Carnegie Mellon University
January 11, 2024

Faculty Spotlight: Gonzalo Mena

By Stacy Kish

Gonzalo Mena, assistant professor in the Department of Statistics & Data Science, is developing the next generation of statistical tools that will aid scientists in how they analyze their data.

Tell me about your scholarly work.

Generally, I work on applied problems as a motivation to develop new statistical methods and better understand the most relevant statistical questions. I would not be able to describe my work in terms of a unique topic since my interests span different areas of statistics, from theory to practice. One thing about CMU that is really wonderful is that it provides me with the opportunity to work with different people on different projects. For example, I am working on one area of statistics and mathematics called optimal transport. This field arose in mathematics, but statisticians have been using it for analyzing data. I am working on developing new statistical methods that use optimal transport as a tool to analyze data and develop theoretical results that allow us to understand how the tools work and refine the limits of these approaches. 

How is your scholarly work adding to the greater field?

Optimal transport brings tools to the field that provide a new perspective on how we solve problems. Many current methods often fail for even simple tasks. My research is very applied and motivated by the practice of bringing new statistical methods to a very applied field. At the end of the day, the field is driven by people who come together to analyze data in projects that can change how we see the world.

How did you become interested in this topic?

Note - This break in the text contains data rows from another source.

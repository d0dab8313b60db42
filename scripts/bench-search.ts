// Subsets per second of the search kernels against refitting each subset by
// QR on the rows (src/core/fit), measured in the same run; then 2^20 subsets
// of a 20-term pool exhaustively on one thread and on every core.
//   npx tsx scripts/bench-search.ts [rows=1000] [terms=20]
// The data are random (a benchmark needs only their shape).

import { availableParallelism } from 'node:os';
import { fitLeastSquares } from '../src/core/fit/index.ts';
import { scoreGrayRange, scoreSubsetRange, subsetProblemFromDesign, noHierarchy } from '../src/core/search/index.ts';
import { runSearch } from '../src/search/workers/index.ts';
import type { DesignMatrix } from '../src/core/types.ts';

const rows = Number(process.argv[2] ?? 1000);
const m = Number(process.argv[3] ?? 20);
let seed = 12345;
const uniform = () => ((seed = (Math.imul(seed, 1103515245) + 12345) >>> 0) / 4294967296);
const x = Array.from({ length: m }, () => Float64Array.from({ length: rows }, () => uniform() - 0.5));
const y = Float64Array.from({ length: rows }, (_, i) => x[0][i] + 0.5 * x[1][i] - 0.3 * x[2][i] + 0.5 * (uniform() - 0.5));
const designOf = (terms: number[]): DesignMatrix => {
  const high = [new Float64Array(rows).fill(1), ...terms.map((t) => x[t])];
  return { rows, labels: ['(intercept)', ...terms.map((t) => `x${t}`)], high, low: high.map(() => new Float64Array(rows)), intercept: true, termOfColumn: [-1, ...terms] };
};
const all = [...Array(m).keys()];
const problem = subsetProblemFromDesign(designOf(all), y, null, m, noHierarchy(m));
const settings = { criterion: 'aicc', top: 20, rankDeficient: 'score' } as const;
const total = 2 ** m;

const time = <T>(f: () => T): [T, number] => {
  const t0 = performance.now();
  const r = f();
  return [r, (performance.now() - t0) / 1000];
};

// Baseline: QR refits of a sample of subsets (every subset would take minutes).
const sample = Math.min(total, 2000);
const [, qrSeconds] = time(() => {
  for (let s = 0; s < sample; s++) {
    const mask = Math.floor((s * total) / sample);
    fitLeastSquares(designOf(all.filter((t) => (mask >>> t) & 1)), y);
  }
});
const qrRate = sample / qrSeconds;
const [, countingSeconds] = time(() => scoreSubsetRange(problem, settings, 0, total));
const [, graySeconds] = time(() => scoreGrayRange(problem, settings, 0, total));
const countingRate = total / countingSeconds;
const grayRate = total / graySeconds;
const threads = availableParallelism();
const t0 = performance.now();
const pooled = await runSearch(problem, settings, { threads });
const pooledSeconds = (performance.now() - t0) / 1000;

const f = (v: number) => v.toLocaleString('en-US', { maximumFractionDigits: 0 });
console.log(`pool ${m} terms, ${rows} rows, ${f(total)} subsets`);
console.log(`QR refit per subset (src/core/fit), ${sample} sampled: ${f(qrRate)} subsets/s`);
console.log(`Gray-code sweep kernel, 1 thread: ${graySeconds.toFixed(2)} s, ${f(grayRate)} subsets/s, ${(grayRate / qrRate).toFixed(0)}x QR`);
console.log(`counting-order sweep kernel (the service's), 1 thread: ${countingSeconds.toFixed(2)} s, ${f(countingRate)} subsets/s, ${(countingRate / qrRate).toFixed(0)}x QR`);
console.log(`worker pool, ${threads} threads (incl. worker start): ${pooledSeconds.toFixed(2)} s, ${f(total / pooledSeconds)} subsets/s, ${(countingSeconds / pooledSeconds).toFixed(2)}x one thread`);
if (!pooled.ok) console.log('pool refused:', pooled.issue.message);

When I started school, I wanted to be a mathematician. Along the way, I became very interested in helping scientists by developing new algorithms to analyze data more efficiently. My main motivation for working in this area was a neuroscience project during graduate school. I was working with a team of researchers who wanted to create images of a worm brain to understand how neurons fire. This was not an easy task. The images are very small, and there are a lot of them. I developed methods to automate the process so we could decipher the data to understand how the neurons were firing. This is when I encountered optimal transport and discovered how this mathematical technique could be so helpful in answering scientific questions.

What are you most excited to accomplish as a faculty member at CMU?

Besides my ongoing more abstract work, I am excited to work on tools that have applications in real-world situations to obtain better estimates or data analyses. To give you an example, at CMU I am excited to partner with the Delphi Research Group, who are using large-scale epidemiological data to understand the COVID pandemic. Much of the data collected during the pandemic is, well to be honest, messy. I am developing ways to make the data cleaner and find new approaches to combine these very different datasets for more comprehensive analyses.

What are your goals for the next generation of scholars?

I want to help my students understand that statistics is more than just analyzing data. They can become an integral part of the scientific pipeline to address problems in society and use the scientific method to answer big scientific questions. We can use the methods to shape the field itself.